Peace through victory - the American way.

Monday, August 07, 2006

There's Wildfire Fuel In Those San Diego Canyons Too.

Several years ago wildfires decimated San Diego County. (Here.) Many homes in the backcountry and on the outskirts of the city were destroyed. Their proximity to the fuel, brush and trees, doomed the homes. Three years later some in San Diego are pushing an initiative to preserve the many canyons that exist within the city limits. (Here.)

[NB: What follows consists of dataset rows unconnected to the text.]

"""Lean code where it matters: the pivoted unblocked right-looking float kernel on Cortex-M4F at -Os, in each C
shaping, against a textbook LU written by hand with the same ABI (bench/reference/textbook_lu.c).

Bytes are what the factor alone (and factor + solve) pulls in when linked with --gc-sections; stack is the
deepest path of the call graph over -fstack-usage frames; instructions are counted on the emulated core by the
target table's counter (derive/check/report.py) for n = 4, 8, 16. Run: .venv/bin/python bench/firmware.py
"""
from __future__ import annotations

import argparse
import re
import shutil
import subprocess
import sys
import tempfile
from pathlib import Path

ROOT = Path(__file__).resolve().parent.parent
sys.path.insert(0, str(ROOT))

from derive.options import C_HELPERS, make_options  # noqa: E402
from derive.printers.emit import emit_kernel  # noqa: E402

CC = "arm-none-eabi-gcc"
# the reference flags for the Cortex-M4F figures
FLAGS = ["-mcpu=cortex-m4", "-mthumb", "-mfpu=fpv4-sp-d16", "-mfloat-abi=hard", "-Os", "-std=c99",
         "-ffunction-sections", "-fdata-sections"]
TEXTBOOK = ROOT / "bench" / "reference" / "textbook_lu.c"


def kernels() -> list[tuple[str, str, str, object, str]]:
    """(label, symbol, C text, options or None, header) for each shaping and the textbook."""
    out = []
    for h in C_HELPERS:
        o = make_options(f"lean_{h}", "right-looking", 1, scalar="float", pivoting="partial", c_helpers=h)
        files = dict(emit_kernel(o).files)
        out.append((f"generated, c_helpers = \"{h}\"", o.name, files[f"{o.name}.c"], o, files[f"{o.name}.h"]))
    out.append(("textbook LU by hand (bench/reference)", "textbook_lu", TEXTBOOK.read_text(), None, ""))
    return out


def compile_object(work: Path, sym: str, c_text: str, header: str) -> Path:
    src = work / f"{sym}.c"
    src.write_text(c_text)
    if header:
        (work / f"{sym}.h").write_text(header)
    obj = work / f"{sym}.o"
    subprocess.run([CC, *FLAGS, "-fstack-usage", "-I", str(work), "-c", str(src), "-o", str(obj)], check=True,
                   cwd=work)
    return obj


def linked_text(work: Path, obj: Path, roots: list[str]) -> int:
    """Bytes of code and read-only data kept by --gc-sections when only `roots` are needed."""
    elf = work / f"{obj.stem}_{len(roots)}.elf"
    keep = [f"-Wl,--undefined={r}" for r in roots]
    subprocess.run([CC, *FLAGS, "-nostdlib", "-nostartfiles", "-Wl,--gc-sections", f"-Wl,-e,{roots[0]}", *keep,
                    str(obj), "-o", str(elf)], check=True, cwd=work)
    out = subprocess.run(["arm-none-eabi-size", "-A", str(elf)], capture_output=True, text=True, check=True).stdout
    return sum(int(m.group(2)) for m in re.finditer(r"^(\.text\S*|\.rodata\S*)\s+(\d+)", out, flags=re.M))


def worst_stack(work: Path, obj: Path, root: str) -> int:
    """Deepest path from `root` over the static call graph read from the disassembly, each function's frame
    from -fstack-usage (gcc's clones such as .constprop keep their base name's calls)."""
    frames = {}
    for ln in (work / f"{obj.stem}.su").read_text().splitlines():
        fn, size, _ = ln.split("\t")
        frames[fn.rsplit(":", 1)[-1]] = int(size)
    dis = subprocess.run(["arm-none-eabi-objdump", "-dr", str(obj)], capture_output=True, text=True).stdout
    calls: dict[str, set[str]] = {}
    cur = None
    for ln in dis.splitlines():
        m = re.match(r"^[0-9a-f]+ <([^>]+)>:", ln)
        if m:
            cur = m.group(1)
            calls[cur] = set()
        m = re.search(r"R_ARM_THM_(?:CALL|JUMP24)\s+(\S+)", ln)     # calls, read from the relocations
        if m and cur:
            calls[cur].add(m.group(1))

    def depth(fn: str, seen: frozenset) -> int:
        if fn in seen:
            raise RuntimeError(f"recursion through {fn}")
        return frames.get(fn, 0) + max((depth(c, seen | {fn}) for c in calls.get(fn, ())), default=0)
    return depth(root, frozenset())


def instructions(label_opts, orders) -> dict[int, int] | None:
    """Instructions of the factor on the emulated Cortex-M4F, from the target table's counter."""
    try:
        from derive.check import report
        from derive.targets.table import get
    except ImportError:
        return None
    o = label_opts
    t = get("cortex-m4f")
    entry = report.report_kernel(o, t, orders)
    return {n: entry.instructions[n][0] for n in orders}


def main() -> int:
    ap = argparse.ArgumentParser(description=__doc__.splitlines()[0])
    ap.add_argument("--orders", default="4,8,16", help="orders n for the instruction counts")
    args = ap.parse_args()
    orders = [int(x) for x in args.orders.split(",")]
    if shutil.which(CC) is None:
        print(f"{CC} not found: install gcc-arm-none-eabi", file=sys.stderr)
        return 1
    print(subprocess.run([CC, "--version"], capture_output=True, text=True).stdout.splitlines()[0])
    print("flags: " + " ".join(FLAGS) + "; linked with -Wl,--gc-sections\n")
    rows = []
    with tempfile.TemporaryDirectory() as tmp:
        work = Path(tmp)
        for label, sym, text, o, header in kernels():
            obj = compile_object(work, sym, text, header)
            factor = linked_text(work, obj, [sym])
            both = linked_text(work, obj, [sym, f"{sym}_solve"])
            stack = worst_stack(work, obj, sym)
            counts = instructions(o, orders) if o is not None else None
            rows.append((label, factor, both, stack, counts))
    head = "| kernel | factor bytes | factor+solve bytes | worst stack (factor) | " + \
        " | ".join(f"instructions, n = {n}" for n in orders) + " |"
    print(head)
    print("|" + "---|" * (4 + len(orders)))
    for label, factor, both, stack, counts in rows:
        cells = [f"{counts[n]:,}" if counts else "(counter not available)" for n in orders]
        print(f"| {label} | {factor} | {both} | {stack} | " + " | ".join(cells) + " |")
    return 0


if __name__ == "__main__":
    sys.exit(main())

It's not known to many outside San Diego that our city is not just a coastal town. The attraction of a canyon view within San Diego's city limits rivals the best coastal views along our beaches. There are many canyons running throughout the city bringing a bit of the backcounty into urban neighborhoods. My densely populated neighborhood is flanked by canyons and is three miles from downtown and the harbor. In my twenty years of living here I've seen possums, racoons, skunks, and squirrels cross my backyard. One summer a pair of small foxes spent their days lounging on a ledge of the cliff that encloses my yard. Once a hawk swooped down to my patio and grabbed a dove that was feeding there.

I have to admit I like the canyons, the skunks notwithstanding. Canyon preservationists use a pretty metaphor to describe the canyons as "the lungs" of San Diego and relentlessly accentuate the positive. (Here.)

Yet there's something else about canyons that isn't so benign. The vegetation in the canyons is fuel for wildfires. And these canyons aren't far away in the backcountry next to a few scattered homes here and there. These canyons are found throughout the city right next to thousands of homes.

The people who lost homes in the Cedar fires three years ago mostly lived in rural San Diego County. But back in 1985 residents of Normal Heights, a neighborhood well within the city limits of San Diego, saw their homes burned to the ground by a fire that started in a nearby canyon. (Here.) Perhaps preserving the canyons isn't such a great idea, after all.